Health refers to the complete state of physical, social, and mental well-being and not merely the absence of disease or infirmity.27  This definition from the World Health Organization has not been modified since its official adoption in 1948. Thus, good health is more than just being injury or disease free but also means having a sense of serenity and emotional well-being. Many times, health is focused solely on the physical aspect. For student–athletes, the most visible providers of health care are athletic trainers and strength and conditioning coaches. Athletic trainers are often on the sidelines during competition, providing medical services to student–athletes, and may be on the field after an injury occurs. The efforts of strength and conditioning coaches can be seen as student–athletes' bodies are transformed from the high school physique to that of an elite athlete participating at a higher level of competition. Student–athletes must invest time and energy in physically developing their bodies to achieve performance excellence.28  However, health care involves more than just physical care; emotional and spiritual well-being must also be taken into consideration. The symptoms of emotional distress and low self-esteem that may be related to an eating disorder may not be as visible as a sprained ankle, but they are still important aspects of the overall health of female student–athletes.

Female student–athletes face the same emotional issues as other students (depression, anxiety, addiction, and self-doubt), but they also experience concerns about body image.29  It is important to have trained professionals in place to identify these concerns and provide appropriate counseling and support services.9  Although few female student-athletes will be diagnosed with a clinical eating disorder, health care professionals who work with them must be properly trained to recognize the signs and symptoms that may lead to an eating disorder.1  Athletic trainers are a unique group of professionals who have the opportunity to identify such behaviors, but previous research30  suggests that only 33% believe they can identify a student–athlete with an eating disorder and only 50% believe they can offer effective support. Thus, screening for the susceptibility to develop an eating disorder is vital, so that prevention strategies can be implemented.1  It is also important to assess susceptibility to eating disorders, which are associated with mood and anxiety disorders, including depression and suicidal thoughts. An eating disorder may be just one of many psychological or emotional concerns a student–athlete may be facing.

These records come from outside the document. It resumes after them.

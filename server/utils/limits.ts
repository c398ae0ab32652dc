import type { H3Event } from 'h3'
import { RateLimiterDrizzle, RateLimiterRes, type RateLimiterAbstract } from 'rate-limiter-flexible'
import { serverSettings } from './settings'

/**
 * Guessing is slowed with rate-limiter-flexible: wrong sign-in passwords per address and sign-in
 * attempts per client, reset requests per address and per client. Above a limit the answer is a
 * 429 with Retry-After and a message saying when to try again. The counts are held in the
 * database (its RateLimiterDrizzle store, table rate_limits), so several app servers on one
 * PostgreSQL server share them and a restart forgets nothing.
 */
const LIMITS = {
  wrongPasswordPerAddress: { keyPrefix: 'pw-address', points: 5, duration: 60 },
  signInPerClient: { keyPrefix: 'sign-in-client', points: 30, duration: 60 },
  resetPerAddress: { keyPrefix: 'reset-address', points: 3, duration: 15 * 60 },
  resetPerClient: { keyPrefix: 'reset-client', points: 10, duration: 15 * 60 },
}
type LimiterName = keyof typeof LIMITS

let made: Promise<Record<LimiterName, RateLimiterAbstract>> | undefined
function limiters(): Promise<Record<LimiterName, RateLimiterAbstract>> {
  made ??= useDB().then((db) => {
    const store = (name: LimiterName) => new RateLimiterDrizzle({ ...LIMITS[name], storeClient: db, schema: tables.rateLimits })
    return {
      wrongPasswordPerAddress: store('wrongPasswordPerAddress'),
      signInPerClient: store('signInPerClient'),
      resetPerAddress: store('resetPerAddress'),
      resetPerClient: store('resetPerClient'),
    }
  })
  return made
}

/** The client's address: the socket's, or the first X-Forwarded-For hop behind a trusted proxy. */
export function clientAddress(event: H3Event): string {
  return getRequestIP(event, { xForwardedFor: serverSettings().trustProxy }) ?? 'unknown'
}

function inWords(seconds: number): string {
  if (seconds < 90) return `${seconds} second${seconds === 1 ? '' : 's'}`
  const minutes = Math.ceil(seconds / 60)
  return `${minutes} minutes`
}

function tooMany(event: H3Event, what: string, msBeforeNext: number): never {
  const seconds = Math.max(1, Math.ceil(msBeforeNext / 1000))
  setResponseHeader(event, 'Retry-After', seconds)
  rateLimited(`Too many ${what}. Try again in ${inWords(seconds)}.`)
}

/** 429 when the key has already used up its points (nothing is counted). */
export async function refuseIfSpent(event: H3Event, name: LimiterName, key: string, what: string) {
  const limiter = (await limiters())[name]
  const state = await limiter.get(key)
  if (state && state.consumedPoints >= limiter.points) tooMany(event, what, state.msBeforeNext)
}

/** Count one against the key; 429 when that goes past its points. */
export async function spend(event: H3Event, name: LimiterName, key: string, what: string) {
  try {
    await (await limiters())[name].consume(key)
  }
  catch (error) {
    if (error instanceof RateLimiterRes) tooMany(event, what, error.msBeforeNext)
    throw error
  }
}

/** Forget the wrong passwords of an address after a correct sign-in. */
export async function forgive(name: LimiterName, key: string) {
  await (await limiters())[name].delete(key)
}
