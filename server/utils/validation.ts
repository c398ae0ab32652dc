import type { ZodType, ZodTypeDef } from 'zod'

/**
 * Adapt a zod schema for h3's validated readers: a bad body or query answers 400 with the
 * first problem's field and message in words a person can act on, and the full list in `data`.
 */
export function validateWith<T>(schema: ZodType<T, ZodTypeDef, unknown>) {
  return (input: unknown): T => {
    const result = schema.safeParse(input)
    if (result.success) return result.data
    const issues = result.error.issues.map(i => ({ field: i.path.join('.'), message: i.message }))
    const first = issues[0]!
    throw createError({
      statusCode: 400,
      message: first.field ? `${first.field}: ${first.message}` : first.message,
      data: { issues },
    })
  }
}

export function publicUser(user: { id: string, email: string, name: string, isAdmin: boolean }) {
  return { id: user.id, email: user.email, name: user.name, isAdmin: user.isAdmin }
}
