import { and, desc, eq, inArray, isNull } from 'drizzle-orm'
import { jarsPerMonthByProduct, monthsOfSupply, stockSeries, usedPerMonth } from '~~/utils/after'
import { openPlanStatuses } from '~~/utils/vocabulary'
import type { Database } from './database'
import { loadsAwaitingCheck } from './logbook'
import { sealRates } from './sealCheck'
import { listShelf } from './shelf'

/**
 * Everything the Pantry board shows, in one answer: the first steps of a new household, the Shelf by product, seal checks due,
 * plans in progress, jars near or past best-by, seal rates, stock over the last 12 months,
 * jars used per month, and the jars-per-month figure the Batch planner can use.
 */
export async function pantryBoard(db: Database, householdId: string) {
  const now = serverNow()
  const [household] = await db.select({ timeZone: tables.households.timeZone, altitudeFt: tables.households.altitudeFt }).from(tables.households).where(eq(tables.households.id, householdId))
  const zone = household!.timeZone
  const [shelf, checks, rates, plans, lots, moves, [canner]] = await Promise.all([
    listShelf(db, householdId, zone),
    loadsAwaitingCheck(db, householdId),
    sealRates(db, householdId),
    db.select({
      id: tables.plans.id, name: tables.plans.name, status: tables.plans.status, summary: tables.plans.summary, updatedAt: tables.plans.updatedAt,
      request: tables.plans.request, dayStartedAt: tables.canningDays.startedAt,
    })
      .from(tables.plans)
      .leftJoin(tables.canningDays, eq(tables.canningDays.planId, tables.plans.id))
      .where(and(eq(tables.plans.householdId, householdId), inArray(tables.plans.status, openPlanStatuses)))
      .orderBy(desc(tables.plans.updatedAt)),
    db.select({ shelvedAt: tables.shelfLots.shelvedAt, jarsIn: tables.shelfLots.jarsIn })
      .from(tables.shelfLots).where(eq(tables.shelfLots.householdId, householdId)),
    db.select({
      movedAt: tables.shelfMovements.movedAt, jars: tables.shelfMovements.jars, kind: tables.shelfMovements.kind,
      product: tables.shelfLots.product, recipeId: tables.shelfLots.recipeId, jarSizeId: tables.shelfLots.jarSizeId,
    })
      .from(tables.shelfMovements).innerJoin(tables.shelfLots, eq(tables.shelfLots.id, tables.shelfMovements.lotId))
      .where(and(eq(tables.shelfMovements.householdId, householdId), isNull(tables.shelfMovements.undoneAt))),
    db.select({ id: tables.canners.id }).from(tables.canners).where(eq(tables.canners.householdId, householdId)).limit(1),
  ])
  // Only jars taken off are use; a correction (miscounted, broken, removed) changes the stock, not what the household eats.
  const moved = moves.map(m => ({ at: m.movedAt, jars: m.jars, kind: m.kind, key: `${m.product}|${m.jarSizeId}`, product: m.product, recipeId: m.recipeId, jarSizeId: m.jarSizeId }))
  const taken = moved.filter(m => m.kind === 'taken')
  const eaten = jarsPerMonthByProduct(taken, now, zone)
  return {
    now,
    /** What a new household must do before the planner can give a process: enter the altitude, add a canner. */
    firstSteps: { altitudeSet: household!.altitudeFt !== null, hasCanner: Boolean(canner) },
    today: shelf.today,
    shelf: { totalJars: shelf.totalJars, byProduct: shelf.byProduct },
    sealChecksDue: checks.due,
    reprocessing: checks.reprocessing,
    // The Canning day is one tap away on the day itself: once started, or when the plan starts today.
    plansInProgress: plans.map(({ request, dayStartedAt, ...p }) => ({ ...p, canningDay: dayStartedAt !== null || request.startAt?.slice(0, 10) === shelf.today })),
    pastBestBy: shelf.lots.filter(l => l.bestByStatus === 'past'),
    nearBestBy: shelf.lots.filter(l => l.bestByStatus === 'near'),
    fridge: shelf.fridge,
    sealRates: rates,
    stockOverTime: stockSeries(lots.map(l => ({ at: l.shelvedAt, jars: l.jarsIn })), moved, now, zone),
    usedPerMonth: usedPerMonth(taken, now, zone),
    jarsUsedPerMonth: eaten,
    /** Months the Shelf lasts per product at that rate, for the board and the planner's jars-a-month mode. */
    supply: monthsOfSupply(eaten, shelf.byProduct),
  }
}
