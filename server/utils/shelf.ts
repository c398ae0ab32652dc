import { randomUUID } from 'node:crypto'
import { and, desc, eq, gt, gte, inArray, isNull, sql } from 'drizzle-orm'
import { bestByStatus, fifo } from '~~/utils/after'
import { plural, pluralWord, shelfCorrectionCauseLabels } from '~~/utils/display'
import type { LabelQuery, ShelfCorrectionInput, TakeOffInput } from '~~/utils/schemas/shelf'
import type { Database, Tx } from './database'
import { fridgeList } from './sealCheck'
import { recordActivity } from './activity'

/** The Shelf: lots with jars left, oldest first, each with its best-by status; the refrigerator list; the last undoable take-off. */
export async function listShelf(db: Database, householdId: string, zone?: string) {
  const today = householdToday(zone ?? await householdTimeZone(db, householdId))
  const rows = await db.select({ lot: tables.shelfLots, jarSizeName: tables.jarSizes.name })
    .from(tables.shelfLots)
    .innerJoin(tables.jarSizes, eq(tables.jarSizes.id, tables.shelfLots.jarSizeId))
    .where(and(eq(tables.shelfLots.householdId, householdId), gt(tables.shelfLots.jarsLeft, 0)))
  const lots = fifo(rows.map(r => ({ ...r.lot, jarSizeName: r.jarSizeName, bestByStatus: bestByStatus(r.lot.bestBy, today) })))
  const byProduct = new Map<string, { product: string, jarSizeId: string, jarSizeName: string, jars: number, lots: number }>()
  for (const lot of lots) {
    const key = `${lot.product}|${lot.jarSizeId}`
    const g = byProduct.get(key) ?? { product: lot.product, jarSizeId: lot.jarSizeId, jarSizeName: lot.jarSizeName, jars: 0, lots: 0 }
    g.jars += lot.jarsLeft
    g.lots += 1
    byProduct.set(key, g)
  }
  return {
    today,
    lots,
    byProduct: [...byProduct.values()].sort((a, b) => b.jars - a.jars || a.product.localeCompare(b.product)),
    totalJars: lots.reduce((s, l) => s + l.jarsLeft, 0),
    fridge: await fridgeList(db, householdId),
    lastTakeOff: await lastBatch(db, householdId),
  }
}

/** The household's latest take-off not undone (corrections are not take-offs: Undo never reverses one). */
async function lastBatch(db: Database | Tx, householdId: string) {
  const m = tables.shelfMovements
  const [last] = await db.select({ batchId: m.batchId, movedAt: m.movedAt })
    .from(m)
    .where(and(eq(m.householdId, householdId), eq(m.kind, 'taken'), isNull(m.undoneAt)))
    .orderBy(desc(m.movedAt), desc(m.id))
    .limit(1)
  if (!last) return null
  const rows = await db.select({ lotId: m.lotId, jars: m.jars, product: tables.shelfLots.product, loadCode: tables.shelfLots.loadCode })
    .from(m).innerJoin(tables.shelfLots, eq(tables.shelfLots.id, m.lotId))
    .where(and(eq(m.batchId, last.batchId), eq(m.householdId, householdId)))
  return { batchId: last.batchId, movedAt: last.movedAt, jars: rows.reduce((s, r) => s + r.jars, 0), items: rows }
}

async function addJarStock(tx: Tx, householdId: string, jarSizeId: string, jars: number) {
  await tx.insert(tables.jarStock).values({ householdId, jarSizeId, count: jars })
    .onConflictDoUpdate({ target: [tables.jarStock.householdId, tables.jarStock.jarSizeId], set: { count: sql`${tables.jarStock.count} + ${jars}`, updatedAt: serverNow() } })
}

/**
 * Take jars off the Shelf: one movement row per lot, all in one batch so undo restores them
 * together. The emptied jars go back to the household's jar stock unless `returnJars` is false.
 */
export async function takeOff(db: Database, householdId: string, userId: string, body: TakeOffInput) {
  const now = serverNow()
  const lots = await db.select().from(tables.shelfLots)
    .where(and(eq(tables.shelfLots.householdId, householdId), inArray(tables.shelfLots.id, body.items.map(i => i.lotId))))
  body.items.forEach((item, i) => {
    const lot = lots.find(l => l.id === item.lotId)
    if (!lot) return notFound('No such lot on this household\'s Shelf.')
    if (item.jars > lot.jarsLeft) {
      badInput(`items.${i}.jars`, `Only ${plural(lot.jarsLeft, 'jar', 'jars')} of ${lot.product} (${lot.loadCode || 'imported'}) ${pluralWord(lot.jarsLeft, 'is', 'are')} left on the Shelf.`)
    }
  })
  const batchId = randomUUID()
  await db.transaction(async (tx) => {
    for (const item of body.items) {
      const lot = lots.find(l => l.id === item.lotId)!
      const [updated] = await tx.update(tables.shelfLots)
        .set({ jarsLeft: sql`${tables.shelfLots.jarsLeft} - ${item.jars}`, updatedAt: now })
        .where(and(eq(tables.shelfLots.id, lot.id), sql`${tables.shelfLots.jarsLeft} >= ${item.jars}`))
        .returning({ id: tables.shelfLots.id })
      if (!updated) conflict(`Someone took jars of ${lot.product} off meanwhile; reload the Shelf and try again.`)
      await tx.insert(tables.shelfMovements).values({
        householdId, batchId, lotId: lot.id, jars: item.jars, jarsReturned: body.returnJars ? item.jars : 0, movedAt: now, movedBy: userId,
      })
      if (body.returnJars) await addJarStock(tx, householdId, lot.jarSizeId, item.jars)
    }
    const jars = body.items.reduce((sum, item) => sum + item.jars, 0)
    const products = [...new Set(body.items.map(item => lots.find(l => l.id === item.lotId)!.product))].join(', ')
    await recordActivity(tx, { householdId, userId, kind: 'shelf', summary: `Took ${plural(jars, 'jar', 'jars')} off the Shelf (${products})`, detail: { batchId } })
  })
  return { batchId, ...(await listShelf(db, householdId)) }
}

/**
 * Undo the household's latest take-off: jars back on their lots, returned empty jars out of jar
 * stock. With `batchId` (the lot page's own take-off) only that take-off, and only while it is
 * the latest. A lot whose count was corrected after the take-off is not put back: the correction
 * already says how many jars are there.
 */
export async function undoLastTakeOff(db: Database, householdId: string, userId: string, batchId?: string) {
  const now = serverNow()
  await db.transaction(async (tx) => {
    const last = await lastBatch(tx, householdId)
    if (!last) conflict('There is no take-off to undo.')
    if (batchId && last.batchId !== batchId) conflict('That take-off was undone already, or jars have been taken off since; see the Shelf.')
    const m = tables.shelfMovements
    const [corrected] = await tx.select({ product: tables.shelfLots.product })
      .from(m).innerJoin(tables.shelfLots, eq(tables.shelfLots.id, m.lotId))
      .where(and(eq(m.householdId, householdId), eq(m.kind, 'correction'), isNull(m.undoneAt), gte(m.movedAt, last.movedAt), inArray(m.lotId, last.items.map(i => i.lotId))))
      .limit(1)
    if (corrected) conflict(`The count of ${corrected.product} was corrected after that take-off; put the count right with Correct on the Shelf instead.`)
    const moves = await tx.update(tables.shelfMovements).set({ undoneAt: now })
      .where(and(eq(tables.shelfMovements.batchId, last.batchId), eq(tables.shelfMovements.householdId, householdId), eq(tables.shelfMovements.kind, 'taken'), isNull(tables.shelfMovements.undoneAt)))
      .returning()
    if (!moves.length) conflict('That take-off was already undone.')
    for (const move of moves) {
      const [lot] = await tx.update(tables.shelfLots).set({ jarsLeft: sql`${tables.shelfLots.jarsLeft} + ${move.jars}`, updatedAt: now })
        .where(and(eq(tables.shelfLots.id, move.lotId), eq(tables.shelfLots.householdId, householdId))).returning()
      if (move.jarsReturned > 0) {
        const [stock] = await tx.update(tables.jarStock)
          .set({ count: sql`${tables.jarStock.count} - ${move.jarsReturned}`, updatedAt: now })
          .where(and(eq(tables.jarStock.householdId, householdId), eq(tables.jarStock.jarSizeId, lot!.jarSizeId), sql`${tables.jarStock.count} >= ${move.jarsReturned}`))
          .returning()
        if (!stock) {
          conflict('The empty jars from that take-off have been counted out of jar stock since; correct the jar stock on the Household page, then undo.')
        }
      }
    }
    await recordActivity(tx, { householdId, userId, kind: 'shelf', summary: 'Undid the last take-off from the Shelf', detail: { batchId: last.batchId } })
  })
  return listShelf(db, householdId)
}

/** The refrigerated jars were eaten: off the list, and the jars back to jar stock. */
export async function clearFridgeItem(db: Database, householdId: string, itemId: string) {
  const now = serverNow()
  await db.transaction(async (tx) => {
    const [item] = await tx.update(tables.fridgeItems).set({ clearedAt: now })
      .where(and(eq(tables.fridgeItems.id, itemId), eq(tables.fridgeItems.householdId, householdId), isNull(tables.fridgeItems.clearedAt)))
      .returning()
    if (!item) notFound('No such jar on this household\'s refrigerator list.')
    await addJarStock(tx, householdId, item.jarSizeId, item.jars)
  })
  return listShelf(db, householdId)
}

/**
 * The lots a label sheet prints, oldest first: the chosen ones (of this household), one load's,
 * or the whole Shelf; each with the number of labels (one per jar left, or `count`).
 */
export async function labelLots(db: Database, householdId: string, query: Pick<LabelQuery, 'lots' | 'load' | 'count'>) {
  const { lots } = await listShelf(db, householdId)
  const ids = query.lots ? query.lots.split(',').map(s => s.trim()).filter(Boolean) : null
  const chosen = lots.filter(l => (!ids || ids.includes(l.id)) && (!query.load || l.loadId === query.load))
  return chosen.map(l => ({
    id: l.id, product: l.product, jarSizeName: l.jarSizeName, cannedOn: l.cannedOn, bestBy: l.bestBy, loadCode: l.loadCode, loadId: l.loadId,
    jars: l.jarsLeft, labels: query.count ?? l.jarsLeft,
  }))
}

/** One lot, as its jar label's QR code opens it: what it is, the jars left, and the latest take-off if it touched this lot. */
export async function shelfLot(db: Database, householdId: string, lotId: string) {
  const today = householdToday(await householdTimeZone(db, householdId))
  const [row] = await db.select({ lot: tables.shelfLots, jarSizeName: tables.jarSizes.name })
    .from(tables.shelfLots)
    .innerJoin(tables.jarSizes, eq(tables.jarSizes.id, tables.shelfLots.jarSizeId))
    .where(and(eq(tables.shelfLots.id, lotId), eq(tables.shelfLots.householdId, householdId)))
  if (!row) notFound('No such lot on this household\'s Shelf.')
  const { lot } = row
  const last = await lastBatch(db, householdId)
  return {
    today,
    lot: {
      id: lot.id, product: lot.product, jarSizeId: lot.jarSizeId, jarSizeName: row.jarSizeName, cannedOn: lot.cannedOn, bestBy: lot.bestBy,
      bestByStatus: bestByStatus(lot.bestBy, today), loadCode: lot.loadCode, loadId: lot.loadId, jarsIn: lot.jarsIn, jarsLeft: lot.jarsLeft,
    },
    lastTakeOff: last?.items.some(i => i.lotId === lotId) ? { batchId: last.batchId, movedAt: last.movedAt, jars: last.jars } : null,
  }
}

/**
 * Put a lot's count right without calling it use: a 'correction' movement (the jars that left,
 * negative when more were found) with the reason, the lot's new count and the activity record,
 * in one transaction. Jars thrown out but kept go back to jar stock empty; miscounted, broken or
 * lost jars and a lot recorded by mistake (never filled) leave jar stock as it is.
 */
export async function correctLot(db: Database, householdId: string, userId: string, lotId: string, body: ShelfCorrectionInput) {
  const now = serverNow()
  await db.transaction(async (tx) => {
    const [lot] = await tx.select().from(tables.shelfLots)
      .where(and(eq(tables.shelfLots.id, lotId), eq(tables.shelfLots.householdId, householdId))).for('update')
    if (!lot) notFound('No such lot on this household\'s Shelf.')
    const was = plural(lot.jarsLeft, 'jar', 'jars')
    if (body.jarsLeft === lot.jarsLeft) badInput('jarsLeft', `The Shelf already shows ${was} of ${lot.product}; enter the count it should show.`)
    const off = lot.jarsLeft - body.jarsLeft
    if (off < 0 && body.cause !== 'miscounted') badInput('jarsLeft', `Broken, lost or thrown-out jars leave the Shelf: enter fewer than the ${was} there now, or choose Miscounted.`)
    await tx.update(tables.shelfLots).set({ jarsLeft: body.jarsLeft, updatedAt: now }).where(eq(tables.shelfLots.id, lot.id))
    const returned = body.cause === 'discarded' ? off : 0
    const reason = body.note ? `${shelfCorrectionCauseLabels[body.cause]} — ${body.note}` : shelfCorrectionCauseLabels[body.cause]
    const batchId = randomUUID()
    await tx.insert(tables.shelfMovements).values({
      householdId, batchId, lotId: lot.id, jars: off, kind: 'correction', reason, jarsReturned: returned, movedAt: now, movedBy: userId,
    })
    if (returned) await addJarStock(tx, householdId, lot.jarSizeId, returned)
    const what = body.jarsLeft === 0 ? `Removed ${lot.product} (${lot.loadCode || 'imported'}) from the Shelf` : `Corrected ${lot.product} (${lot.loadCode || 'imported'}) from ${was} to ${plural(body.jarsLeft, 'jar', 'jars')}`
    await recordActivity(tx, {
      householdId, userId, kind: 'shelf', summary: `${what}: ${reason}`,
      detail: { batchId, lotId: lot.id, cause: body.cause, from: lot.jarsLeft, to: body.jarsLeft, jarsReturned: returned },
    })
  })
  return listShelf(db, householdId)
}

To date, few authors have addressed the role of competition level in the susceptibility to eating disorders. Future investigators may want to examine the relationship of specific sports with susceptibility to eating disorders. More research also needs to be performed on eating-disorder prevention programs and treatment resources. It is important to find out about the effectiveness of the programs currently in place and whether that differs at each competition level's schools. It is also important to find out student–athletes' awareness of education and counseling programs and the resources offered by schools at each competition level. We looked specifically at female collegiate athletes, but it is also necessary to study the relationship among self-esteem, body image, and competition level in male collegiate athletes to identify the appropriate prevention programs for these athletes that will help protect them from developing an eating disorder. This knowledge will help build our awareness of the needs of all athletes, which in turn will help protect the physical and emotional health of this group. Even though we found a low susceptibility to eating disorders among female collegiate athletes, early screening tools, education, and referral networks are critical to safeguarding the health and well-being of student–athletes.